Topic: The ARIES-style invariant that the log must be durable before the data file changes are considered committed, and how this code inverts that (data durable → log cleared) because it uses a redo-only WAL

Date: 2026-05-29

Time: 06:36

The Redo-Only WAL: Why This Code Clears the Log *After* Syncing Data

The Classical ARIES Rule

In ARIES (and most textbook WAL protocols), the fundamental invariant is:

> The log record describing a change must be durable on disk before the changed data page is written to the data file.

This is literally what "write-ahead" means — the log is *ahead* of the data. ARIES needs this because it supports both redo (replay committed changes after a crash) and undo (roll back uncommitted changes after a crash). The log is the single source of truth about what happened, and the data file is a cache that may be behind.

In ARIES, "commit" means: write a COMMIT record to the log, fsync the log. That's it. The dirty data pages can be written to disk whenever — minutes later, if you want. If you crash before they're written, recovery replays the log to redo them.

How This Code Inverts It

The B-tree WAL in b-tree-storage-engine/btree.py does something subtly different. Look at the three key methods:

Step 1 — Log the new page image before touching the data file (log_write, ~line 140):


def log_write(self, page_num, page_data):
    self._seq += 1
    header = struct.pack(self.ENTRY_HEADER, self._seq, page_num, len(page_data))
    checksum = struct.pack('>I', self._checksum(page_data))
    self._f.seek(0, 2)
    self._f.write(header + page_data + checksum)
    self._f.flush()
    os.fsync(self._f.fileno())  # WAL durable FIRST — this part is orthodox

This *is* write-ahead logging. The WAL entry hits disk before the B-tree data file is modified. So far, same as ARIES.

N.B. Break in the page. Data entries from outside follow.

// confirmUpload imports the previewed file with the store's import (all
// or nothing; it checks everything again).
func (s *Server) confirmUpload(w http.ResponseWriter, r *http.Request) {
	pu, p, ok := s.takeUpload(w, r)
	if !ok {
		return
	}
	defer os.Remove(pu.path)
	f, err := os.Open(pu.path)
	if err != nil {
		s.internalError(w, r, err)
		return
	}
	defer f.Close()
	res, err := s.db.Import(r.Context(), who(r).user.Name, f, store.ImportOptions{Process: p.Name, Ignore: pu.ignore})
	d := uploadData{Proc: &p, FileName: pu.name}
	var ve *store.ValidationError
	switch {
	case errors.As(err, &ve):
		d.Problems, d.More = ve.Problems, ve.More
		d.Problem = "Nothing was imported: the file no longer passes the checks."
		s.render(w, r, statusOf(errFormRefused), "upload.html", "Upload a lot file", d)
		return
	case errors.Is(err, store.ErrInvalid):
		d.Problem = "Nothing was imported: " + err.Error()
		s.render(w, r, statusOf(err), "upload.html", "Upload a lot file", d)
		return
	case err != nil:
		s.internalError(w, r, err)
		return
	}
	d.Result = &res
	s.obs.LotsAccepted("upload", res.Added)
	for _, c := range res.Conflicts {
		d.Conflicts = append(d.Conflicts, c.String())
	}
	s.render(w, r, http.StatusOK, "upload.html", "Upload a lot file", d)
}
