@pytest.mark.parametrize("task", ["regression", "binary"])
def test_histgradientboosting_snippet_sets_interaction_cst(task, three_way_data, one_openmp_thread):
    """scikit-learn's own enforcement of ``interaction_cst``: fit the estimator the snippet builds, walk its trees."""
    from sklearn.ensemble import HistGradientBoostingClassifier, HistGradientBoostingRegressor

    X, y = three_way_data
    target = (y > np.median(y)).astype(int) if task == "binary" else y
    estimator = HistGradientBoostingClassifier if task == "binary" else HistGradientBoostingRegressor
    graph = load_model(estimator(max_iter=10, random_state=0).fit(X, target))
    names = list(graph.feature_names)
    # Overlapping groups [0, 1] and [1, 2] (x0 * x2 dominates the target), x3 alone.
    suggestion = suggest_constraints(_stand_in(graph, [(names[0], names[1], "interaction", 0.5),
                                                       (names[1], names[2], "interaction", 0.4)]))
    assert suggestion.overlapping
    snippet = suggestion.python_snippet()
    assert f"model = {estimator.__name__}(interaction_cst=interaction_cst)" in snippet
    assert suggestion.python_snippet("sklearn") == snippet
    namespace: dict = {}
    exec(snippet, namespace)  # noqa: S102 - the snippet is our own output
    model = namespace["model"]
    assert isinstance(model, estimator) and model.interaction_cst == suggestion.lightgbm_param
    refit = load_model(model.set_params(max_iter=40, random_state=0).fit(X, target))
    pairs = _pair_sets(refit)
    assert frozenset((names[0], names[1])) in pairs and frozenset((names[1], names[2])) in pairs
    assert pairs == {frozenset((names[0], names[1])), frozenset((names[1], names[2]))}
    assert not _triple_sets(refit)


def test_suggestions_compare_by_value(small_ensemble):
    result = _stand_in(small_ensemble, [("fuel_price", "crew_size", "interaction", 0.5)])
    assert suggest_constraints(result) == suggest_constraints(result)
    assert suggest_constraints(result) != suggest_constraints(result, include=("interaction", "co-split"),
                                                              min_strength=0.9)
    with pytest.raises(ParameterError, match="library"):
        suggest_constraints(result).python_snippet("catboost")


# --------------------------------------------------------------------- validation at each variant's best rounds
def _delivery_times(n_rows: int, seed: int = 5):
    """Invented scenario: minutes late of a parcel round, 8 recorded conditions (uniform in -1..1, standardised).

    Known answer: y = 3 x0 x1 + 2 sin(x2) x3 + x4 + 0.5 x5^2 + |x6| + noise
    (sd 0.3); x7 is unused. True groups: {x0, x1}, {x2, x3}, the rest alone.
    """
    rng = np.random.default_rng(seed)
    X = rng.uniform(-1, 1, size=(n_rows, 8))
    y = 3 * X[:, 0] * X[:, 1] + 2 * np.sin(X[:, 2]) * X[:, 3] + X[:, 4] + 0.5 * X[:, 5] ** 2 + np.abs(X[:, 6]) \
        + rng.normal(0, 0.3, n_rows)
    return pd.DataFrame(X, columns=[f"x{j}" for j in range(8)]), y


@pytest.fixture(scope="module")
def delivery_model():
    frame, y = _delivery_times(2000)
    model = xgb.XGBRegressor(n_estimators=250, learning_rate=0.05, max_depth=5, n_jobs=1, random_state=0)
    return model.fit(frame, y), frame, y


def test_true_groups_help_at_each_variants_best_rounds(delivery_model):
    """Known answer: the true groups help once each variant trains to its own early-stopped round count.

    At the model's fixed 250 rounds (learning rate 0.05) the constrained
    model, which needs more rounds, looked worse. With early stopping the
    constrained held-out RMSE is lower and the corrected interval (Nadeau and
    Bengio 2003) lies below zero. XGBoost's enforcement of the groups is read
    back from the refit (no crossing path).
    """
    model, frame, y = delivery_model
    checked = validate_constraints(model, frame, y, [["x0", "x1"], ["x2", "x3"]], folds=4)
    rmse = checked.summary["rmse"]
    assert rmse["constrained_mean"] < rmse["unconstrained_mean"]
    assert rmse["difference_high"] < 0
    assert checked.summary["notes"][0].startswith("The groups help")
    assert checked.summary["num_boost_round"] == 250 and checked.summary["max_rounds"] == 2000
    free, bound = checked.folds["unconstrained_rounds"], checked.folds["constrained_rounds"]
    assert ((free >= 1) & (free <= 2000) & (bound >= 1) & (bound <= 2000)).all()
    assert (free != bound).any()
    assert bound.median() > free.median()  # the constrained model needs more rounds
    assert checked.recommended_rounds == int(round(bound.median()))
    assert checked.summary["recommended_rounds"] == checked.recommended_rounds
    assert checked.cross_group_pairs == [] and checked.stray_paths == []
    rows = json.loads(json.dumps(checked.to_dict()))
    assert [row["constrained_rounds"] for row in rows["folds"]] == bound.tolist()
    assert rows["recommended_rounds"] == checked.recommended_rounds


def test_groups_that_forbid_real_pairs_hurt_and_name_them(delivery_model):
    """All singletons forbid x0 * x1 and sin(x2) x3: the first note says the groups hurt and names those pairs first.

    The pair ranking follows a triage-like result whose strengths are set by hand.
    """
    model, frame, y = delivery_model
    names = [f"x{j}" for j in range(8)]
    triage_like = SimpleNamespace(pairs=pd.DataFrame({
        "feature_a": ["x4", "x0", "x2"], "feature_b": ["x5", "x1", "x3"], "verdict": ["absent", "interaction",
                                                                                   "interaction"],
        "strength": [0.01, 0.6, 0.4]}))
    checked = validate_constraints(model, frame.iloc[:1000], y[:1000], [[name] for name in names], folds=3,
                                   triage_result=triage_like)
    assert checked.summary["rmse"]["difference_low"] > 0
    first = checked.summary["notes"][0]
    assert first.startswith("The groups measurably hurt")
    assert "forbid 28 pair(s), strongest by triage strength: (x0, x1), (x2, x3), (x4, x5)" in first
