def _box_corners(boxes: dict) -> dict:
    """The signed corners of every box, box by box, as (``pair``, ``a``, ``b``, ``sign``, ``box``) arrays: four
    per box, or one (at ``a_low``, ``b_low``) for boxes without upper ends (the linear terms' jumps)."""
    n_boxes = boxes["pair"].size
    if "a_high" not in boxes:
        return {"pair": boxes["pair"], "a": boxes["a_low"], "b": boxes["b_low"], "sign": np.ones(n_boxes),
                "box": np.arange(n_boxes)}
    pick = {"a": ("a_low", "a_high", "a_low", "a_high"), "b": ("b_low", "b_low", "b_high", "b_high")}
    corners = {axis: np.column_stack([boxes[name] for name in names]).ravel() for axis, names in pick.items()}
    return {"pair": np.repeat(boxes["pair"], 4), **corners, "sign": np.tile([1.0, -1.0, -1.0, 1.0], n_boxes),
            "box": np.repeat(np.arange(n_boxes), 4)}


def _corner_lines(corners: list[dict], n_pairs: int, span: int) -> tuple[np.ndarray, np.ndarray]:
    """(n_pairs, span) per axis: how many of the pair's distinct corner coordinates lie at or below each snapped
    coordinate; a row's grid line is that count at its own coordinate (line 0: below every corner)."""
    a_lines, b_lines = (_coordinate_counts([(part["pair"], part[axis]) for part in corners], n_pairs, span)
                        for axis in ("a", "b"))
    return a_lines, b_lines


def _grid_batches(height: np.ndarray, width: np.ndarray, n_sets: int) -> tuple[np.ndarray, list[int]]:
    """Pairs in order of grid size and the cuts of that order into batches whose padded grids (the largest height
    times the largest width, ``n_sets`` columns) hold about :data:`SUBSET_GRID_BUDGET` floats."""
    order = np.lexsort((width, height))
    cuts, start, widest = [0], 0, 0
    for position, pair in enumerate(order):
        widest = max(widest, int(width[pair]))
        if position > start and (position + 1 - start) * int(height[pair]) * widest * n_sets > SUBSET_GRID_BUDGET:
            cuts.append(position)
            start, widest = position, int(width[pair])
    return order, cuts + [order.size]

Step 2 — "Commit" by syncing data, then destroying the log (commit, ~line 148):


def commit(self, page_manager):
    page_manager.sync()           # fsync the DATA FILE
    self._f.seek(0)
    self._f.truncate(0)           # DESTROY the WAL
    self._f.flush()
    os.fsync(self._f.fileno())    # make the truncation durable
    self._seq = 0

Here's the inversion. In ARIES, commit = "force the log." Here, commit = "force the data, then erase the log." The data file becoming durable is what *makes* the operation committed. The WAL is then garbage — it served its purpose and is discarded.

Step 3 — Recovery replays and then also destroys the log (recover, ~line 153):


def recover(self, page_manager):
    # ... read all WAL entries ...
    if self._checksum(page_data) == checksum:
        page_manager.write_page(page_num, page_data)  # redo into data file
        recovered += 1
    page_manager.sync()           # make the redo durable
    self._f.seek(0)
    self._f.truncate(0)           # then clear the WAL
    # ...

Recovery replays page images into the data file, syncs, then clears the WAL — the same "data durable → log cleared" pattern.

Why This Works (and Why There's No Undo)

This is a redo-only, physical WAL. Two properties make the inversion safe:

1. Physical page images, not logical operations. The WAL stores the complete *after-image* of each page (page_data is the entire page). Recovery doesn't need to interpret operations — it just stamps pages back into the data file. Compare this with the standalone WAL in write-ahead-log/wal.py, which stores logical operations (PUT/DELETE with keys and values at ~lines 1-15) and requires application-level replay logic.

2. No concurrent transactions. There's no need to undo uncommitted work from other transactions. The B-tree does its writes, logs them, then calls commit(). If a crash happens before commit(), recovery replays the WAL entries (redo) to complete the interrupted operation. If the crash happens after page_manager.sync() but before truncate(), the WAL entries are redundant — replaying them is idempotent because they're full page images.

The crash window analysis:

| Crash point | WAL state | Data state | Recovery action |

|---|---|---|---|

| After log_write, before data write | Has entries | Incomplete | Replay WAL → data consistent |

| After data write, before sync() | Has entries | Maybe partial | Replay WAL → data consistent |

| After sync(), before truncate() | Has entries | Complete | Replay WAL (idempotent, no harm) |

| After truncate() | Empty | Complete | Nothing to do |

There is no row in this table where you need undo. That's the whole trick.

The Contrast in One Sentence

ARIES says "the log is the authority; data pages are a materialized cache you can reconstruct from the log." This code says "the data file is the authority; the WAL is a temporary safety net you throw away once the data file is consistent."